Stored items
--- --- ---

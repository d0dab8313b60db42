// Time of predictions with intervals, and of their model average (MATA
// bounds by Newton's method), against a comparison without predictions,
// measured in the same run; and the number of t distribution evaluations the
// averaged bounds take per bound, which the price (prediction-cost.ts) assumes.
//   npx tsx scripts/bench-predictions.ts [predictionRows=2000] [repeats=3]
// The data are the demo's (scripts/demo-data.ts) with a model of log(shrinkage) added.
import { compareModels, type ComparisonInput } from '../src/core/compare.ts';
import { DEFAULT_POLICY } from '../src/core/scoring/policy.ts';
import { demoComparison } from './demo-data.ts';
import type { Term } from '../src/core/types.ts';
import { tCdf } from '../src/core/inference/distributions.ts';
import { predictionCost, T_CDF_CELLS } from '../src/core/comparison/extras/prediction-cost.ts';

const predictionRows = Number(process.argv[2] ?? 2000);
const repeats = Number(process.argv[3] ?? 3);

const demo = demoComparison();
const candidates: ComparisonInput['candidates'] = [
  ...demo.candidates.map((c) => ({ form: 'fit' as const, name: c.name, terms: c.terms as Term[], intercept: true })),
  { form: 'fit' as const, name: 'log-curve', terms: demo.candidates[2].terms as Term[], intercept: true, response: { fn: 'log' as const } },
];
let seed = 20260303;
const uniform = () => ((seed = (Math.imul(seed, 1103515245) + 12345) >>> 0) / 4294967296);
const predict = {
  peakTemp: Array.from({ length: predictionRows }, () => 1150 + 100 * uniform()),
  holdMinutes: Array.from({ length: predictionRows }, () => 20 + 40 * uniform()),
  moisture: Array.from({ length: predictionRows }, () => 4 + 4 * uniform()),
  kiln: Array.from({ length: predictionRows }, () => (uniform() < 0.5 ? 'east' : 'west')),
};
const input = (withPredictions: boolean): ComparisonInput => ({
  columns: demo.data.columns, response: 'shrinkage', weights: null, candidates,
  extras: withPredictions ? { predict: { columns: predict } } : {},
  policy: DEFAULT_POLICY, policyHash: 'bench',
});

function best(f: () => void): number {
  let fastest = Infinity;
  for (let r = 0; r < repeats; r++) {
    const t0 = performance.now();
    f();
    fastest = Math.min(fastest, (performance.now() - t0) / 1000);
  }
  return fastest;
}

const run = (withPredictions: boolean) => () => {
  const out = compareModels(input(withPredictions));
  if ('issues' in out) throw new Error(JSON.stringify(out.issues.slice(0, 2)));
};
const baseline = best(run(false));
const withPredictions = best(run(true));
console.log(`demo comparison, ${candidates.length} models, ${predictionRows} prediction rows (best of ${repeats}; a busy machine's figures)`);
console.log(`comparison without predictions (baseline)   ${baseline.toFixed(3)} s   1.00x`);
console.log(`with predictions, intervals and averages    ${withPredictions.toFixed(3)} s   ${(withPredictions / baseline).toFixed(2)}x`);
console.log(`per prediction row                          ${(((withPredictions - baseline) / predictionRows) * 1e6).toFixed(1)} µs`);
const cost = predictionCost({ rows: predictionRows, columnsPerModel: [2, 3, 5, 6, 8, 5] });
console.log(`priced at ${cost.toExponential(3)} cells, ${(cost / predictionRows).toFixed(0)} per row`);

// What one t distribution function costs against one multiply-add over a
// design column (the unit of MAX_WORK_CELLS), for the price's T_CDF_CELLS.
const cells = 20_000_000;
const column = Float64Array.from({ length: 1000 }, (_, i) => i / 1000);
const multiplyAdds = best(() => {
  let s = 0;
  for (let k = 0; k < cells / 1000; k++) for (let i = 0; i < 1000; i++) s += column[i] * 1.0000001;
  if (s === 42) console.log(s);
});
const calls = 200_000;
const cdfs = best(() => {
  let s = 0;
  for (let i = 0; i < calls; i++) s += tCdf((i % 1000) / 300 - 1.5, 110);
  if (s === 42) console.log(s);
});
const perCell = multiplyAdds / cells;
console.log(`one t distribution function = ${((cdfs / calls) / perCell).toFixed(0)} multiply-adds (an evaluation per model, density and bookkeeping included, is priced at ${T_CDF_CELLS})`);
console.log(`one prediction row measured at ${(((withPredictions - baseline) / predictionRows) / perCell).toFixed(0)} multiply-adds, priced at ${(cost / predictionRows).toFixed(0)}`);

--- --- ---

Each record above must be given again exactly.

Problem solution
repository d0dab8313b60db42
// Time of predictions with intervals, and of their model average (MATA
// bounds by Newton's method), against a comparison without predictions,
// measured in the same run; and the number of t distribution evaluations the
// averaged bounds take per bound, which the price (prediction-cost.ts) assumes.
//   npx tsx scripts/bench-predictions.ts [predictionRows=2000] [repeats=3]
// The data are the demo's (scripts/demo-data.ts) with a model of log(shrinkage) added.
import { compareModels, type ComparisonInput } from '../src/core/compare.ts';
import { DEFAULT_POLICY } from '../src/core/scoring/policy.ts';
import { demoComparison } from './demo-data.ts';
import type { Term } from '../src/core/types.ts';
import { tCdf } from '../src/core/inference/distributions.ts';
import { predictionCost, T_CDF_CELLS } from '../src/core/comparison/extras/prediction-cost.ts';

const predictionRows = Number(process.argv[2] ?? 2000);
const repeats = Number(process.argv[3] ?? 3);

const demo = demoComparison();
const candidates: ComparisonInput['candidates'] = [
  ...demo.candidates.map((c) => ({ form: 'fit' as const, name: c.name, terms: c.terms as Term[], intercept: true })),
  { form: 'fit' as const, name: 'log-curve', terms: demo.candidates[2].terms as Term[], intercept: true, response: { fn: 'log' as const } },
];
let seed = 20260303;
const uniform = () => ((seed = (Math.imul(seed, 1103515245) + 12345) >>> 0) / 4294967296);
const predict = {
  peakTemp: Array.from({ length: predictionRows }, () => 1150 + 100 * uniform()),
  holdMinutes: Array.from({ length: predictionRows }, () => 20 + 40 * uniform()),
  moisture: Array.from({ length: predictionRows }, () => 4 + 4 * uniform()),
  kiln: Array.from({ length: predictionRows }, () => (uniform() < 0.5 ? 'east' : 'west')),
};
const input = (withPredictions: boolean): ComparisonInput => ({
  columns: demo.data.columns, response: 'shrinkage', weights: null, candidates,
  extras: withPredictions ? { predict: { columns: predict } } : {},
  policy: DEFAULT_POLICY, policyHash: 'bench',
});

function best(f: () => void): number {
  let fastest = Infinity;
  for (let r = 0; r < repeats; r++) {
    const t0 = performance.now();
    f();
    fastest = Math.min(fastest, (performance.now() - t0) / 1000);
  }
  return fastest;
}

const run = (withPredictions: boolean) => () => {
  const out = compareModels(input(withPredictions));
  if ('issues' in out) throw new Error(JSON.stringify(out.issues.slice(0, 2)));
};
const baseline = best(run(false));
const withPredictions = best(run(true));
console.log(`demo comparison, ${candidates.length} models, ${predictionRows} prediction rows (best of ${repeats}; a busy machine's figures)`);
console.log(`comparison without predictions (baseline)   ${baseline.toFixed(3)} s   1.00x`);
console.log(`with predictions, intervals and averages    ${withPredictions.toFixed(3)} s   ${(withPredictions / baseline).toFixed(2)}x`);
console.log(`per prediction row                          ${(((withPredictions - baseline) / predictionRows) * 1e6).toFixed(1)} µs`);
const cost = predictionCost({ rows: predictionRows, columnsPerModel: [2, 3, 5, 6, 8, 5] });
console.log(`priced at ${cost.toExponential(3)} cells, ${(cost / predictionRows).toFixed(0)} per row`);

// What one t distribution function costs against one multiply-add over a
// design column (the unit of MAX_WORK_CELLS), for the price's T_CDF_CELLS.
const cells = 20_000_000;
const column = Float64Array.from({ length: 1000 }, (_, i) => i / 1000);
const multiplyAdds = best(() => {
  let s = 0;
  for (let k = 0; k < cells / 1000; k++) for (let i = 0; i < 1000; i++) s += column[i] * 1.0000001;
  if (s === 42) console.log(s);
});
const calls = 200_000;
const cdfs = best(() => {
  let s = 0;
  for (let i = 0; i < calls; i++) s += tCdf((i % 1000) / 300 - 1.5, 110);
  if (s === 42) console.log(s);
});
const perCell = multiplyAdds / cells;
console.log(`one t distribution function = ${((cdfs / calls) / perCell).toFixed(0)} multiply-adds (an evaluation per model, density and bookkeeping included, is priced at ${T_CDF_CELLS})`);
console.log(`one prediction row measured at ${(((withPredictions - baseline) / predictionRows) / perCell).toFixed(0)} multiply-adds, priced at ${(cost / predictionRows).toFixed(0)}`);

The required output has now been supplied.